Trois cents millions d'économies
Toujours selon la ministre Engagés, si son plan pouvait être mis en œuvre, le budget fédéral s'en trouverait quelque peu soulagé. Les économies structurelles que permettrait sa réforme (économies d'échelle, réduction du nombre de fonctions dirigeantes…) s'élèveraient au total à 300 millions d'euros sur la durée de la législature. Ce petit ballon d'oxygène s'ajouterait à ce que prévoit déjà la trajectoire budgétaire de l'Arizona, à savoir une réduction de 1,8 % des dépenses en matière de fonction publique (392 millions sur les dépenses en personnel et 186 millions sur les frais de fonctionnement).
"Casser les rigidités"
"La gouvernance doit aussi être modernisée, encadrée, conclut la ministre. Il faut de la résilience. On fait face à de nombreuses tensions géopolitiques et, donc, on doit avoir une administration capable de supporter ce genre de chocs. Cela passe notamment par des investissements importants dans l'informatique. La réforme que je propose doit permettre à l'administration de répondre à ces nouveaux défis et de s'ajuster en temps réel. Cela n'a pas toujours été le cas, on le sait : plusieurs administrations ont été dans les choux ces dernières années. En cas de crise énergétique, par exemple, les administrations doivent pouvoir donner des réponses sans délai aux citoyens concernant les primes fédérales disponibles. Il faut aussi pouvoir faire passer du personnel d'une administration à l'autre en cas de besoin. Il y a des rigidités, pour l'instant. Ma note propose de casser ces rigidités, il faut plus de mobilité pour les fonctionnaires, pouvoir recruter plus vite."
L'avenir de Belspo
La réforme que propose Vanessa Matz ne concerne pas que les SPF. D'autres types d'organisations qui gravitent autour de l'État fédéral sont également concernés par ses projets. Belspo, l'agence gouvernementale qui coordonne la politique scientifique, en fait partie. Où la caser dans la nouvelle architecture ? "Certains voyaient Belspo passer au pôle 'Finances et Économie', explique la ministre. D'autres, dont je fais partie, estiment que la politique scientifique, vu la sensibilité internationale de la question de la recherche, ne peut être du business. J'ai donc proposé qu'on en fasse une direction générale dans le futur pôle transversal, suivant une logique d'appui aux établissements scientifiques."
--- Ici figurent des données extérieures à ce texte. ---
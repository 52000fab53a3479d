"""The catalog's scan: rasters that cannot be elevation (or land cover) are refused with the
reason; integer single-band DEMs and palette land cover are accepted."""

from __future__ import annotations

from pathlib import Path

import numpy as np
import pytest
import rasterio
from rasterio.enums import ColorInterp
from rasterio.transform import from_origin

from workers.catalog import ScanFailure, TileInfo, scan_landcover_tile, scan_tile

UTM32 = "EPSG:32632"


def _raster(
    path: Path,
    *,
    bands: int = 1,
    dtype: str = "uint8",
    colorinterp: list[ColorInterp] | None = None,
    colormap: bool = False,
) -> Path:
    profile = {
        "driver": "GTiff",
        "height": 8,
        "width": 8,
        "count": bands,
        "dtype": dtype,
        "crs": UTM32,
        "transform": from_origin(500_000, 6_000_000, 5.0, 5.0),
    }
    if bands == 3 and colorinterp is not None:
        profile["photometric"] = "RGB"
    with rasterio.open(path, "w", **profile) as dst:
        dst.write(np.full((bands, 8, 8), 7).astype(dtype))
        if colorinterp is not None:
            dst.colorinterp = colorinterp
        if colormap:
            dst.write_colormap(1, {0: (0, 0, 0, 255), 7: (0, 128, 0, 255)})
    return path


def test_an_rgb_orthophoto_is_not_a_dem(tmp_path: Path):
    rgb = [ColorInterp.red, ColorInterp.green, ColorInterp.blue]
    found = scan_tile(_raster(tmp_path / "ortho.tif", bands=3, colorinterp=rgb))
    assert isinstance(found, ScanFailure)
    assert found.reason == (
        "tile ortho.tif holds 3 bands (red, green, blue) of uint8: not an elevation model, "
        "which has one band; it was not used"
    )


def test_several_bands_without_colours_are_not_a_dem(tmp_path: Path):
    found = scan_tile(_raster(tmp_path / "two.tif", bands=2, dtype="float32"))
    assert isinstance(found, ScanFailure) and "2 bands" in found.reason


def test_a_palette_raster_is_not_a_dem_but_may_be_land_cover(tmp_path: Path):
    path = _raster(tmp_path / "classes.tif", colormap=True)
    found = scan_tile(path)
    assert isinstance(found, ScanFailure) and "palette" in found.reason
    assert isinstance(scan_landcover_tile(path), TileInfo)


def test_a_single_red_band_is_an_image(tmp_path: Path):
    found = scan_tile(_raster(tmp_path / "red.tif", colorinterp=[ColorInterp.red]))
    assert isinstance(found, ScanFailure) and "(an image)" in found.reason


@pytest.mark.parametrize("dtype", ["uint8", "int16", "uint16", "float32"])
def test_single_band_integer_and_float_dems_are_accepted(tmp_path: Path, dtype: str):
    found = scan_tile(_raster(tmp_path / "dem.tif", dtype=dtype))
    assert isinstance(found, TileInfo) and found.dtype == dtype


def test_a_multiband_land_cover_is_refused(tmp_path: Path):
    rgb = [ColorInterp.red, ColorInterp.green, ColorInterp.blue]
    found = scan_landcover_tile(_raster(tmp_path / "map.tif", bands=3, colorinterp=rgb))
    assert isinstance(found, ScanFailure) and "not a land-cover raster" in found.reason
Et quelle place pour les établissements scientifiques, justement ? Derrière cette dénomination administrative se cachent des joyaux tels que le Musée royal de l'Afrique centrale, la Bibliothèque royale de Belgique, les Musées royaux des Beaux-Arts, etc. "Actuellement, il y en a dix et ils ont chacun leurs services de marché public, du personnel… Ils ne savent plus assumer leurs missions de base qui est de valoriser les collections, restaurer le patrimoine, attirer les gens dans les musées. L'idée est de créer deux pôles ("musées" et "terre et espace"), avec une structure faîtière qui s'occuperait de leurs fonctions d'appui. Ils resteront toutefois autonomes, pour qu'ils puissent rester plus agiles."